The analysis of some household cloudy ammonia cleaner involved diluting a 50.0mL sample of the cleaner to a volume of 250.0mL then titrating this diluted solution.
The diluted sample was found to have an NH3 (aq) concentration of 0.350 mole per L. What is the percentage by mass of NH3 (aq) in the original cloudy ammonia cleaner if it has a density of 0.986g per mL?
well, one diluted ti five times, so the original concentration must have been 5*.350M.
PercentMass= masssolute/masstotal * 100
= molesSolute*molmassNH3/(densitysolution*volumesolution) * 100
Need help to calculate chemistry problem
To solve this problem, we can follow the steps below:
Step 1: Calculate the original concentration of NH3 (aq) in the diluted solution.
Since the diluted solution was prepared by diluting the original cleaner by a factor of 5, the original concentration must have been 5 times the concentration of the diluted solution.
Original concentration = 5 * 0.350 M = 1.75 M
Step 2: Calculate the mass of NH3 (aq) in the diluted solution.

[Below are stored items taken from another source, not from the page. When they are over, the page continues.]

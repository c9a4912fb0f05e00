// SHA-256 (FIPS 180-4), for the content hash of each cloud in a report: a teammate can check
// that the report was made from the files they hold.
#pragma once

#include <string>

namespace barrow {

/// Lower-case hex digest of `bytes`.
std::string sha256Hex(const std::string& bytes);

}  // namespace barrow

To calculate the mass, we need to know the molecular mass of NH3. The molecular mass of NH3 is 17.03 g/mol.
Mass of NH3 = concentration * volume * molecular mass
= 0.350 mol/L * 0.250 L * 17.03 g/mol
= 1.47575 g
Step 3: Calculate the mass of the original cloudy ammonia cleaner.
The mass of the original cleaner can be calculated using the density and volume information provided.
Mass of original cleaner = density * volume
= 0.986 g/mL * 50.0 mL
= 49.3 g
Step 4: Calculate the percentage by mass of NH3 (aq) in the original cleaner.
Percentage by mass = (mass of NH3 / mass of original cleaner) * 100
= (1.47575 g / 49.3 g) * 100
= 3.0 %
Therefore, the percentage by mass of NH3 (aq) in the original cloudy ammonia cleaner is approximately 3.0%.